The one I’ve been dreading as much as desperately needing to confess.
Paige Montgomery has been a fixture in my life since I was ten years old and she told me my waltz jumps weren’t just atrociously executed but actually made her physically ill to witness.
It was my first day at Charmed Athletics and I really wanted to make a good impression, prove I belonged at this organization.
Only, I made myself so nervous that I couldn’t land a fucking waltz.
After my fifth attempt, resulting in me clumsily catching myself before I ate ice for breakfast, a young, intense even back then, Paige Montgomery skated over to me in her lavender outfit with severe expression that could rival even the most intimidating coach’s, and told me that I was basically awful.
Maybe I should’ve hated her on the spot. I’d never been good at being a team player, had come in with the mindset to impress, and there she was, this prissy little girl who could fit in my pocket, telling me just how bad I was.
But instead, I laughed. And she smiled.
I fell in love with her that day, and I’ve loved her ever since.
She’s staring at me, waiting.
Tell.
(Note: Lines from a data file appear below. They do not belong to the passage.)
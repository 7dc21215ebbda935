import { parseSession, type Session, type SessionUser } from './session';

export const SESSION_STORAGE_KEY = 'panelpass.session.v1';

/**
 * The signed-in session, kept in local storage so the app opens signed in after a reload or
 * a day without signal. One store per app; React reads it through useSyncExternalStore.
 */
export interface SessionStore {
  // Properties rather than methods: React takes `get` and `subscribe` on their own.
  /** The current session; the same object until it changes. */
  get: () => Session | null;
  set: (next: Session | null) => void;
  /** Keeps the tokens and replaces who is signed in (a fresh copy from the server). */
  updateUser: (user: SessionUser) => void;
  /** Reads storage again: another tab may have rotated the tokens a moment ago. */
  reload: () => Session | null;
  subscribe: (listener: () => void) => () => void;
}

interface SessionStoreOptions {
  key?: string;
  /** Where `storage` events from other tabs arrive; none in tests. */
  events?: Pick<Window, 'addEventListener'>;
}

export function createSessionStore(
  storage: Storage,
  { key = SESSION_STORAGE_KEY, events }: SessionStoreOptions = {},
): SessionStore {
  const listeners = new Set<() => void>();

  function read(): Session | null {
    try {
      const raw = storage.getItem(key);
      return raw ? parseSession(JSON.parse(raw)) : null;
    } catch {
      return null;
    }
  }

  let current = read();

  function sameSession(a: Session | null, b: Session | null): boolean {
    return JSON.stringify(a) === JSON.stringify(b);
  }

  function publish(next: Session | null) {
    if (sameSession(current, next)) return;
    current = next;
    for (const listener of listeners) listener();
  }

  function write(next: Session | null) {
    try {
      if (next) storage.setItem(key, JSON.stringify(next));
      else storage.removeItem(key);
    } catch {
      // Storage full or blocked: keep the session for this visit at least.
    }
    publish(next);
  }

  // Another tab signed in, out, or rotated the tokens.
  events?.addEventListener('storage', (event: StorageEvent) => {
    if (event.key === key || event.key === null) publish(read());
  });

  return {
    get: () => current,
    set: write,
    updateUser(user) {
      if (current) write({ ...current, user });
    },
    reload() {
      publish(read());
      return current;
    },
    subscribe(listener) {
      listeners.add(listener);
      return () => listeners.delete(listener);
    },
  };
}
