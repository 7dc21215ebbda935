import type { NestExpressApplication } from '@nestjs/platform-express';
import Decimal from 'decimal.js';
import { randomUUID } from 'node:crypto';
import { DataSource } from 'typeorm';
import { StockService } from '../src/products/stock.service';
import { makeJob } from './factories/records';
import { addTech, createTestApp, http, type Session, signUpOwner } from './support/app';

const bearer = { type: 'bearer' as const };
const MIN = 60_000;
const DAY = 86_400_000;
const ZONE = 'Pacific/Auckland';
/** An hourly cost whose minute cost is not a whole number of cents, so rounding shows. */
const RATE = 3_337;

/** A tiny RFC 4180 reader: quoted fields, doubled quotes, commas and line breaks inside quotes. */
function parseCsv(text: string): string[][] {
  const rows: string[][] = [];
  let row: string[] = [];
  let field = '';
  let quoted = false;
  for (let i = 0; i < text.length; i++) {
    const c = text[i]!;
    if (quoted) {
      if (c === '"' && text[i + 1] === '"') {
        field += '"';
        i++;
      } else if (c === '"') quoted = false;
      else field += c;
    } else if (c === '"') quoted = true;
    else if (c === ',') {
      row.push(field);
      field = '';
    } else if (c === '\r' && text[i + 1] === '\n') {
      row.push(field);
      rows.push(row);
      row = [];
      field = '';
      i++;
    } else if (c === '\n' || c === '\r') {
      throw new Error(`bare line break at ${i}: RFC 4180 lines end with CRLF`);
    } else field += c;
  }
  if (quoted) throw new Error('unterminated quoted field');
  if (field !== '' || row.length) throw new Error('the last line has no CRLF');
  return rows;
}

/** Rows of a CSV as objects keyed by the header row. */
function csvRecords(text: string): Record<string, string>[] {
  const [header, ...rows] = parseCsv(text);
  return rows.map((r) => {
    expect(r).toHaveLength(header!.length);
    return Object.fromEntries(header!.map((h, i) => [h, r[i]!]));
  });
}

/** The local calendar day of an instant in a zone, YYYY-MM-DD. */
const localDay = (at: Date | number, zone = ZONE) =>
  new Intl.DateTimeFormat('en-CA', {
    timeZone: zone,
    year: 'numeric',
    month: '2-digit',
    day: '2-digit',
  }).format(at);

/** One field of each item of a list in an answer, as text. */
const pluck = (list: unknown, key: string): string[] =>
  (list as Record<string, unknown>[]).map((item) => String(item[key]));

/** Minor units of USD as a decimal string, computed apart from the app (decimal.js). */
const usd = (minor: number) => new Decimal(minor).div(100).toFixed(2);

interface Interval {
  start: number;
  end: number;
}

/** Whole minutes covered by some interval (overlaps once): the rule the Ledger documents. */
function coveredMinutes(intervals: Interval[]): number {
  const sorted = [...intervals].sort((a, b) => a.start - b.start);
  let total = 0;
  let cur: Interval | null = null;
  for (const iv of sorted) {
    if (cur && iv.start <= cur.end) cur.end = Math.max(cur.end, iv.end);
    else {
      if (cur) total += cur.end - cur.start;
      cur = { ...iv };
    }
  }
  if (cur) total += cur.end - cur.start;
  return Math.floor(total / MIN);
}

const labourCost = (minutes: number) =>
  new Decimal(minutes).mul(RATE).div(60).toDecimalPlaces(0, Decimal.ROUND_HALF_UP).toNumber();
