import { chevronForwardOutline } from 'ionicons/icons';
import { useState } from 'react';
import { Link, useParams } from 'react-router-dom';
import { isJobStage, STAGE_LABELS } from '@panelpass/shared';
import { EmptyState } from '../../../components/EmptyState';
import { Notice } from '../../../components/Notice';
import { useSession } from '../../auth/hooks/useSession';
import { useCustomerFile, type CustomerFile } from '../hooks/useClients';
import { vehicleName } from '../model/clients';
import { CustomerSheet } from './CustomerSheet';
import { OfficePage } from './OfficePage';
import { VehicleSheet } from './VehicleSheet';
import '../../prep/kit/stageKit.css';
import '../../shelf/shelf.css';
import { Icon } from '../../../components/Icon';

const visitWords = (n: number) => `${n} ${n === 1 ? 'visit' : 'visits'}`;

/** One customer: how to reach them, their vehicles (each opens its history) and visits. */
export default function CustomerPage() {
  const { customerId } = useParams<{ customerId: string }>();
  const file = useCustomerFile(customerId);
  return (
    <OfficePage
      title={file?.customer?.name ?? 'Customer'}
      backTo="/clients"
      backWords="Back to the clients"
    >
      {file === undefined ? (
        <div className="pp-loading" aria-busy="true" />
      ) : file.customer === null ? (
        <EmptyState title="This customer is not on this phone">
          <p>
            <Link className="pp-link" to="/clients">
              Back to the clients
            </Link>
          </p>
        </EmptyState>
      ) : (
        <CustomerDetail
          file={file as CustomerFile & { customer: NonNullable<CustomerFile['customer']> }}
        />
      )}
    </OfficePage>
  );
}

function CustomerDetail({
  file,
}: {
  file: CustomerFile & { customer: NonNullable<CustomerFile['customer']> };
}) {
  const { customer, vehicles, jobs } = file;
  const isOwner = useSession()?.user.role === 'owner';
  const [editing, setEditing] = useState(false);
  const [addingVehicle, setAddingVehicle] = useState(false);
  const sortedJobs = [...jobs].sort((a, b) => b.windowStart.localeCompare(a.windowStart));
  const vehicleOf = new Map(vehicles.map((v) => [v.id, v]));

  return (
    <div className="pp-office">
      <section className="pp-office-section" aria-labelledby="pp-customer-contact">
        <h2 id="pp-customer-contact" className="pp-office-section__title">
          Contact
        </h2>
        <dl className="pp-office-facts">
          <dt>Phone</dt>
          <dd>
            {customer.phone ? (
              <a className="pp-link" href={`tel:${customer.phone.replace(/[^\d+]/g, '')}`}>
                {customer.phone}
              </a>
            ) : (
              'Not given'
            )}
          </dd>
          <dt>E-mail</dt>
          <dd>
            {customer.email ? (
              <a className="pp-link" href={`mailto:${customer.email}`}>
                {customer.email}
              </a>
            ) : (
              'Not given'
            )}
          </dd>
          <dt>Address</dt>
          <dd>{customer.address || 'Not given'}</dd>
          {customer.notes ? (
            <>
              <dt>Notes</dt>
              <dd>{customer.notes}</dd>
            </>
          ) : null}
        </dl>
        {customer.version === 0 ? (
          <Notice tone="info">
            Added on this phone: it goes to the server with the next sync.
          </Notice>
        ) : null}
        {isOwner ? (
          <button
            type="button"
            className="pp-button pp-button--quiet"
            onClick={() => setEditing(true)}
          >
            Change the details
          </button>
        ) : null}
      </section>

      <section className="pp-office-section" aria-labelledby="pp-customer-vehicles">
        <h2 id="pp-customer-vehicles" className="pp-office-section__title">
          Vehicles
        </h2>
        {vehicles.length ? (
          <ul className="pp-office-list" aria-label="Vehicles">
            {vehicles.map((v) => (
              <li key={v.id}>
                <Link className="pp-office-row" to={`/clients/vehicles/${v.id}`}>
                  <span className="pp-office-row__name">{vehicleName(v)}</span>
                  <span className="pp-office-row__meta">
                    {[v.plate, visitWords(jobs.filter((j) => j.vehicleId === v.id).length)]
                      .filter(Boolean)
                      .join(' · ')}
                  </span>
                  <Icon className="pp-office-row__go" icon={chevronForwardOutline} />
                </Link>
              </li>
            ))}
          </ul>
        ) : (
          <p className="pp-stage-muted">No vehicle yet.</p>
        )}
        {isOwner ? (
          <button type="button" className="pp-button" onClick={() => setAddingVehicle(true)}>
            Add a vehicle
          </button>
        ) : null}
      </section>

      <section className="pp-office-section" aria-labelledby="pp-customer-visits">
        <h2 id="pp-customer-visits" className="pp-office-section__title">
          Visits
        </h2>
        {sortedJobs.length ? (
          <ul className="pp-office-list" aria-label="Visits">
            {sortedJobs.map((j) => {
              const v = vehicleOf.get(j.vehicleId);
              return (
                <li key={j.id}>
                  <Link className="pp-office-row" to={`/jobs/${j.id}`}>
                    <span className="pp-office-row__name">
                      {new Date(j.windowStart).toLocaleDateString(undefined, {
                        weekday: 'short',
                        day: 'numeric',
                        month: 'short',
                        year: 'numeric',
                      })}
                    </span>
                    <span className="pp-office-row__meta">
                      {isJobStage(j.stage) ? STAGE_LABELS[j.stage] : j.stage}
                      {v ? ` · ${vehicleName(v)}` : ''}
                    </span>
                    <Icon className="pp-office-row__go" icon={chevronForwardOutline} />
                  </Link>
                </li>
              );
            })}
          </ul>
        ) : (
          <p className="pp-stage-muted">No visits yet.</p>
        )}
      </section>

      {isOwner ? (
        <>
          <CustomerSheet isOpen={editing} onClose={() => setEditing(false)} customer={customer} />
          <VehicleSheet
            isOpen={addingVehicle}
            onClose={() => setAddingVehicle(false)}
            customerId={customer.id}
            vehicle={null}
          />
        </>
      ) : null}
    </div>
  );
}
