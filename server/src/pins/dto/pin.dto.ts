import { IntersectionType } from '@nestjs/swagger';
import {
  IsIn,
  IsInt,
  IsNumber,
  IsOptional,
  IsString,
  IsUUID,
  Max,
  MaxLength,
  Min,
  MinLength,
  ValidateIf,
} from 'class-validator';
import { VersionedArgs } from '../../common/dto/version.dto';
import { LeaveOut } from '../../workspace/dto/optional.dto';

export const PIN_KINDS = [
  'chip',
  'scratch',
  'dent',
  'etching',
  'lifting-vinyl',
  'repaint',
  'other',
] as const;
export type PinKind = (typeof PIN_KINDS)[number];

export class PinFieldsDto {
  /** The number shown on the outline; the next free one when left out. */
  @LeaveOut()
  @IsInt({ message: 'number must be a whole number' })
  @Min(1)
  @Max(9999)
  number?: number;

  /** Across the vehicle outline, 0 (left edge) to 1 (right edge). */
  @IsNumber({}, { message: 'x must be a number from 0 to 1' })
  @Min(0)
  @Max(1)
  x: number;

  /** Down the vehicle outline, 0 (top edge) to 1 (bottom edge). */
  @IsNumber({}, { message: 'y must be a number from 0 to 1' })
  @Min(0)
  @Max(1)
  y: number;

  /** The panel it is on (a key of the job's panel board, e.g. `hood`). */
  @IsOptional()
  @ValidateIf((_, v) => v !== null)
  @IsString()
  @MinLength(1)
  @MaxLength(60)
  panelKey?: string | null;

  @IsIn(PIN_KINDS, { message: `kind must be one of: ${PIN_KINDS.join(', ')}` })
  kind: PinKind;

  /** 1 minor, 2 noticeable, 3 serious. */
  @IsInt({ message: 'severity must be 1, 2 or 3' })
  @Min(1)
  @Max(3)
  severity: number;

  @LeaveOut()
  @IsString()
  @MaxLength(2000)
  note?: string;

  @IsOptional()
  @ValidateIf((_, v) => v !== null)
  @IsUUID()
  photoId?: string | null;
}

export class AddPinBodyDto extends PinFieldsDto {
  /** Made by the client. */
  @IsUUID()
  id: string;
}

/** `pin.add`: a damage found at the walkaround, on the vehicle outline. */
export class AddPinDto extends AddPinBodyDto {
  @IsUUID()
  jobId: string;
}

/** `pin.update` fields: each optional; a field left out is not changed. */
export class UpdatePinBodyDto {
  @LeaveOut()
  @IsInt({ message: 'number must be a whole number' })
  @Min(1)
  @Max(9999)
  number?: number;

  @LeaveOut()
  @IsNumber({}, { message: 'x must be a number from 0 to 1' })
  @Min(0)
  @Max(1)
  x?: number;

  @LeaveOut()
  @IsNumber({}, { message: 'y must be a number from 0 to 1' })
  @Min(0)
  @Max(1)
  y?: number;

  /** null takes the pin off any panel. */
  @IsOptional()
  @ValidateIf((_, v) => v !== null)
  @IsString()
  @MinLength(1)
  @MaxLength(60)
  panelKey?: string | null;

  @LeaveOut()
  @IsIn(PIN_KINDS, { message: `kind must be one of: ${PIN_KINDS.join(', ')}` })
  kind?: PinKind;

  @LeaveOut()
  @IsInt({ message: 'severity must be 1, 2 or 3' })
  @Min(1)
  @Max(3)
  severity?: number;

  @LeaveOut()
  @IsString()
  @MaxLength(2000)
  note?: string;

  @IsOptional()
  @ValidateIf((_, v) => v !== null)
  @IsUUID()
  photoId?: string | null;
}

/** `pin.update`: only the fields sent change (last write wins per field). */
export class UpdatePinDto extends IntersectionType(UpdatePinBodyDto, VersionedArgs) {}

/** `pin.remove`: a tombstone, so every device drops it. */
export class RemovePinDto extends VersionedArgs {}
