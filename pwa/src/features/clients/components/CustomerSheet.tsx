import type { CommandArgs, CustomerRow } from '@panelpass/shared';
import { useEffect, useState } from 'react';
import { Notice } from '../../../components/Notice';
import { TextField } from '../../../components/TextField';
import { useChanges } from '../../../sync/useChanges';
import { NoteField } from '../../prep/kit/fields';
import { parseDecimal } from '../../prep/kit/numbers';
import { Sheet } from '../../prep/kit/Sheet';
import { looksLikeEmail } from '../model/clients';

interface Draft {
  name: string;
  phone: string;
  email: string;
  address: string;
  /** The map position for drive times, as typed (decimal degrees); both or neither. */
  lat: string;
  lng: string;
  notes: string;
}

type Problems = Partial<Record<keyof Draft, string>>;

const draftOf = (c: CustomerRow | null): Draft => ({
  name: c?.name ?? '',
  phone: c?.phone ?? '',
  email: c?.email ?? '',
  address: c?.address ?? '',
  lat: c?.lat == null ? '' : String(c.lat),
  lng: c?.lng == null ? '' : String(c.lng),
  notes: c?.notes ?? '',
});

/** The customer's fields by the server's rules, or what is wrong with each. */
export function readCustomer(
  d: Draft,
):
  | { ok: true; fields: Omit<CommandArgs['customer.create'], 'id'> }
  | { ok: false; problems: Problems } {
  const problems: Problems = {};
  const name = d.name.trim();
  const email = d.email.trim();
  const phone = d.phone.trim();
  const address = d.address.trim();
  if (!name) problems.name = 'Give the customer’s name.';
  else if (name.length > 120) problems.name = 'At most 120 characters.';
  if (email && !looksLikeEmail(email))
    problems.email = 'That does not look like an e-mail address.';
  else if (email.length > 254) problems.email = 'At most 254 characters.';
  if (phone.length > 40) problems.phone = 'At most 40 characters.';
  if (address.length > 300) problems.address = 'At most 300 characters.';
  if (d.notes.length > 4000) problems.notes = 'At most 4000 characters.';
  const lat = d.lat.trim() ? parseDecimal(d.lat) : null;
  const lng = d.lng.trim() ? parseDecimal(d.lng) : null;
  if (d.lat.trim() && (lat === null || lat < -90 || lat > 90)) {
    problems.lat = 'A latitude is a number of degrees from -90 to 90, e.g. 51.5072.';
  }
  if (d.lng.trim() && (lng === null || lng < -180 || lng > 180)) {
    problems.lng = 'A longitude is a number of degrees from -180 to 180, e.g. -0.1276.';
  }
  if (!problems.lat && !problems.lng && (lat === null) !== (lng === null)) {
    problems[lat === null ? 'lat' : 'lng'] = 'Give both latitude and longitude, or neither.';
  }
  if (Object.keys(problems).length) return { ok: false, problems };
  return {
    ok: true,
    fields: {
      name,
      email: email || null,
      phone: phone || null,
      address,
      lat,
      lng,
      notes: d.notes.trim(),
    },
  };
}

/**
 * A new customer or a change to one (the owner's), stored on the phone at once and sent
 * with the next sync. Each bad entry is named under its field; nothing typed is lost.
 */
export function CustomerSheet({
  isOpen,
  onClose,
  customer,
  onSaved,
}: {
  isOpen: boolean;
  onClose: () => void;
  customer: CustomerRow | null;
  onSaved?: (id: string) => void;
}) {
  const { changes } = useChanges();
  const [draft, setDraft] = useState<Draft>(draftOf(customer));
  const [problems, setProblems] = useState<Problems>({});
  const [saving, setSaving] = useState(false);

  useEffect(() => {
    if (!isOpen) return;
    setDraft(draftOf(customer));
    setProblems({});
    // eslint-disable-next-line react-hooks/exhaustive-deps -- only when it opens
  }, [isOpen, customer?.id]);

  const field = (key: keyof Draft, label: string, extra: Record<string, string> = {}) => (
    <TextField
      label={label}
      autoComplete="off"
      {...extra}
      value={draft[key]}
      onChange={(e) => {
        const value = e.target.value;
        setDraft((d) => ({ ...d, [key]: value }));
        setProblems((p) => ({ ...p, [key]: undefined }));
      }}
      problem={problems[key] ?? null}
    />
  );

  async function save() {
    const read = readCustomer(draft);
    if (!read.ok) {
      setProblems(read.problems);
      return;
    }
    setSaving(true);
    let done: unknown = true;
    let id = customer?.id ?? '';
    if (!customer) {
      id = crypto.randomUUID();
      done = await changes.addCustomer({ id, ...read.fields });
    } else {
      const update: CommandArgs['customer.update'] = { id: customer.id };
      let any = false;
      for (const key of ['name', 'email', 'phone', 'address', 'lat', 'lng', 'notes'] as const) {
        if (read.fields[key] !== customer[key]) {
          (update as Record<string, unknown>)[key] = read.fields[key];
          any = true;
        }
      }
      if (any) done = await changes.updateCustomer(update);
    }
    setSaving(false);
    if (done) {
      onClose();
      onSaved?.(id);
    }
  }

  const count = Object.values(problems).filter(Boolean).length;
  return (
    <Sheet
      isOpen={isOpen}
      onClose={onClose}
      title={customer ? `Change ${customer.name}` : 'Add a customer'}
      action={
        <button type="button" className="pp-button" disabled={saving} onClick={() => void save()}>
          {customer ? 'Save the changes' : 'Add the customer'}
        </button>
      }
    >
      {count ? (
        <Notice tone="stop">Check the {count === 1 ? 'field' : 'fields'} marked below.</Notice>
      ) : null}
      {field('name', 'Name')}
      {field('phone', 'Phone', { inputMode: 'tel', type: 'tel' })}
      {field('email', 'E-mail', { inputMode: 'email', type: 'email' })}
      {field('address', 'Address')}
      {field('lat', 'Latitude', {
        inputMode: 'decimal',
        hint: 'Map position for drive times (optional), in decimal degrees; or tap “Use this spot” on a job at their address.',
      })}
      {field('lng', 'Longitude', { inputMode: 'decimal' })}
      <NoteField
        label="Notes"
        value={draft.notes}
        onChange={(e) => setDraft((d) => ({ ...d, notes: e.target.value }))}
      />
      {problems.notes ? <Notice tone="stop">{problems.notes}</Notice> : null}
    </Sheet>
  );
}
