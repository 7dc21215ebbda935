import { IonBackButton, IonPage } from '@ionic/react';
import { IonButtons, IonContent, IonHeader, IonToolbar } from '../../../components/ionic';
import type { ReactNode } from 'react';
import { SyncBadge } from '../../shell/components/SyncBadge';

/** A page opened from a list (a customer, a vehicle): its title, Back and the sync badge. */
export function OfficePage({
  title,
  backTo,
  backWords,
  children,
}: {
  title: string;
  backTo: string;
  backWords: string;
  children: ReactNode;
}) {
  return (
    <IonPage>
      <IonHeader>
        <IonToolbar>
          <IonButtons slot="start">
            <IonBackButton
              defaultHref={backTo}
              text=""
              aria-label={backWords}
              className="pp-office-back"
            />
          </IonButtons>
          <div className="pp-header">
            <h1 className="pp-header__title">{title}</h1>
            <div className="pp-header__tools">
              <SyncBadge />
            </div>
          </div>
        </IonToolbar>
      </IonHeader>
      <IonContent>
        <div className="pp-page">{children}</div>
      </IonContent>
    </IonPage>
  );
}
Her.
I take a deep, painful breath. “Because I was so in love with you, it was destroying me.”
CHAPTER FOURTEEN
paige
Nate’s confessionis a bomb to my thoughts, destroying any response I might’ve had as I sit here and stare at him, numbly.
Unable to comprehend what he just said.
Save for the aggressive drum of my pounding heart, there is no other noise in the room. Silence like I’ve never heard, the kind that sits in the untouched parts of the mountains, descends upon us. Even Snowball has stopped his exploration of the Christmas tree. The ornaments still. As if he, too, has been stunted by shock, sensing a change in the air.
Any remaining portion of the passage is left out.